▶ _Data to process_
+++++
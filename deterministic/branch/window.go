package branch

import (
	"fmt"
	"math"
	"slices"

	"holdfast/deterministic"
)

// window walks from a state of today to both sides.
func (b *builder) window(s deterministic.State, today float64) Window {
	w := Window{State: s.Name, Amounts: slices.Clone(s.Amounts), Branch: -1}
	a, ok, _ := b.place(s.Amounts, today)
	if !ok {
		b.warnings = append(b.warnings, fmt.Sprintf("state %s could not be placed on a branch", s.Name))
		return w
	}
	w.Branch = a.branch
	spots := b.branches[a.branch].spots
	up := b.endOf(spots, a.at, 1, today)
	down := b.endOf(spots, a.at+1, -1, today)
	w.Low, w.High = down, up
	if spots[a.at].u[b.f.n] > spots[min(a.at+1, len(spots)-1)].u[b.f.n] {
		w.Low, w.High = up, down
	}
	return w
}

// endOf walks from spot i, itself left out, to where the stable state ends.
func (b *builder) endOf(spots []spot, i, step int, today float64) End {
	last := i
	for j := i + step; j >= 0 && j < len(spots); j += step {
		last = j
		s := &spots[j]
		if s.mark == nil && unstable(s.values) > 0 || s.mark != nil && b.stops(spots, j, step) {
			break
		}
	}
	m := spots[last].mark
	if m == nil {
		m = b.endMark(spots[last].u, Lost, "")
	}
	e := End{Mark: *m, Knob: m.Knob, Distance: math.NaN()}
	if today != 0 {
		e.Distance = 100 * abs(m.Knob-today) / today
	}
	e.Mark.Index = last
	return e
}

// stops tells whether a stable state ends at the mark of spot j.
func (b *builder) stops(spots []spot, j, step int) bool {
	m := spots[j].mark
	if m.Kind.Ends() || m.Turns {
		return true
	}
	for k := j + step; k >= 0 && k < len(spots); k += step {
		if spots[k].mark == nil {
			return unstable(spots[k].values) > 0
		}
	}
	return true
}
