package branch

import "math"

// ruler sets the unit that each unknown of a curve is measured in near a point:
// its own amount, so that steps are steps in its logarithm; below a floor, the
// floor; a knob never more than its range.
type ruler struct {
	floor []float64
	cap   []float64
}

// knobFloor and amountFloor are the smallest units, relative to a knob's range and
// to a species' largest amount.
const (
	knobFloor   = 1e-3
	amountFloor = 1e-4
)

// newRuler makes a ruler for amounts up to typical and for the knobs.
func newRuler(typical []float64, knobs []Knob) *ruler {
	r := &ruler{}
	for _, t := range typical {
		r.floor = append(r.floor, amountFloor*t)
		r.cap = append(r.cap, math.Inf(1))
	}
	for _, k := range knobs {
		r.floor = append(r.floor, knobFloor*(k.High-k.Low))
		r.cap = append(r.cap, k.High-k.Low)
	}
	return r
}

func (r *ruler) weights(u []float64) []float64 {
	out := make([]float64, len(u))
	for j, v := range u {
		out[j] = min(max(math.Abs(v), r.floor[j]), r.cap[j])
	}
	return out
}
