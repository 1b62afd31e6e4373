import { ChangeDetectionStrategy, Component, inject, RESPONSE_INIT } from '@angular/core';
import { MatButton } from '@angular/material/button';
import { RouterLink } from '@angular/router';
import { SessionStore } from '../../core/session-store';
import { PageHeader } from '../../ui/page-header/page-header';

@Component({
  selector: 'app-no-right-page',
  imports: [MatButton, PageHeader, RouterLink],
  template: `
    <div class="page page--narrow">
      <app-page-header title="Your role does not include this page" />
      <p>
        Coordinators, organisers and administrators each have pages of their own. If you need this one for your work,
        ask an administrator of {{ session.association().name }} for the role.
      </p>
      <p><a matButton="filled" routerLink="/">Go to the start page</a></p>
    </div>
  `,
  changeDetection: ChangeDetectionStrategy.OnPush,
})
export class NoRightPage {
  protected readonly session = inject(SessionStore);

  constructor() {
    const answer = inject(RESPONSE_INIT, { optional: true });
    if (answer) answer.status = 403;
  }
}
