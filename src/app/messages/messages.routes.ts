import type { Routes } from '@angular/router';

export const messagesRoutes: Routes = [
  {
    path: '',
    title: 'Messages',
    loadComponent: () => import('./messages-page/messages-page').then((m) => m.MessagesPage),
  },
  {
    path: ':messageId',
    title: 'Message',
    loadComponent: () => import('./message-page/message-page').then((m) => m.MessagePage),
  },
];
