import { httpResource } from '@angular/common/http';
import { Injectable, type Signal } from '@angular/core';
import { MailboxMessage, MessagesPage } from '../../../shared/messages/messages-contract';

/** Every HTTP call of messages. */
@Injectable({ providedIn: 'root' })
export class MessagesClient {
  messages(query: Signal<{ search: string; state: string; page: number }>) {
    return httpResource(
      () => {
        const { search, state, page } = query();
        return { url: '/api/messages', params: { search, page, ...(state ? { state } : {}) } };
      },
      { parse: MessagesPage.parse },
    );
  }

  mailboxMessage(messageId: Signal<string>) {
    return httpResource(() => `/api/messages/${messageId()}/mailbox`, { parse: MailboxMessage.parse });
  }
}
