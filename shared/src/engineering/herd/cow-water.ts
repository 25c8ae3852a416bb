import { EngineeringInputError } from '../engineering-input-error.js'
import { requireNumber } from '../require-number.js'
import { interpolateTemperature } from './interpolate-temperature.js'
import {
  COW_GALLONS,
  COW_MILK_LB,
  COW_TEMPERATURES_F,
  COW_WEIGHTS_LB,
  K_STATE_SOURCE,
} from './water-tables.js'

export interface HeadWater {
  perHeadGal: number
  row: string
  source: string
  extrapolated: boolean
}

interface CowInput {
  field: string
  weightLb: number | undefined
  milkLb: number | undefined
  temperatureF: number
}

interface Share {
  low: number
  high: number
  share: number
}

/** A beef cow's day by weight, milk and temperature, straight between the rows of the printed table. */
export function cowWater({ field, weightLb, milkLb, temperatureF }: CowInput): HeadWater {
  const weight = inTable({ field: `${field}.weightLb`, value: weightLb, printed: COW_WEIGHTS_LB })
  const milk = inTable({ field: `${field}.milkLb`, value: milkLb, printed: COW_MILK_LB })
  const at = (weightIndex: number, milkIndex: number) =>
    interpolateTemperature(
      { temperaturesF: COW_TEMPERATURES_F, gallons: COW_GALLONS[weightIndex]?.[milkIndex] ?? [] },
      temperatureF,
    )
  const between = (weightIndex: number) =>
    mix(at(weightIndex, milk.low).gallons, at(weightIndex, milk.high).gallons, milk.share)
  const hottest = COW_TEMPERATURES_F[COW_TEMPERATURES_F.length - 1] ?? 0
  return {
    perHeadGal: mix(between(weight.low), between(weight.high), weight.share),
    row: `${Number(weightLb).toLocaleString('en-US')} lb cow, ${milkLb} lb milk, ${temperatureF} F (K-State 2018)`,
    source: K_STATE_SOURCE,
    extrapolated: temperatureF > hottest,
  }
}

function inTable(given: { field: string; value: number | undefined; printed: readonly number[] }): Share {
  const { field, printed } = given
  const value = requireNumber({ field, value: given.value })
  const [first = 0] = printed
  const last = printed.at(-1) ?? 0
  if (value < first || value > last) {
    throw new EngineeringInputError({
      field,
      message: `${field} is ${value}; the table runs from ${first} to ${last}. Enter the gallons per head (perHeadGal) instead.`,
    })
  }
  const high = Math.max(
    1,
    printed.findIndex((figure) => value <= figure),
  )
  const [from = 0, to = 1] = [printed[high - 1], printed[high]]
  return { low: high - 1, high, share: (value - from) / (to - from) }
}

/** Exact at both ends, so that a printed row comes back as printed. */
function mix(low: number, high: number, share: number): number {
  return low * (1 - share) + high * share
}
+++++
Where a line of the data contains "core", include it in the tally, and answer with the tally alone.

▶ _Solution to this problem_
3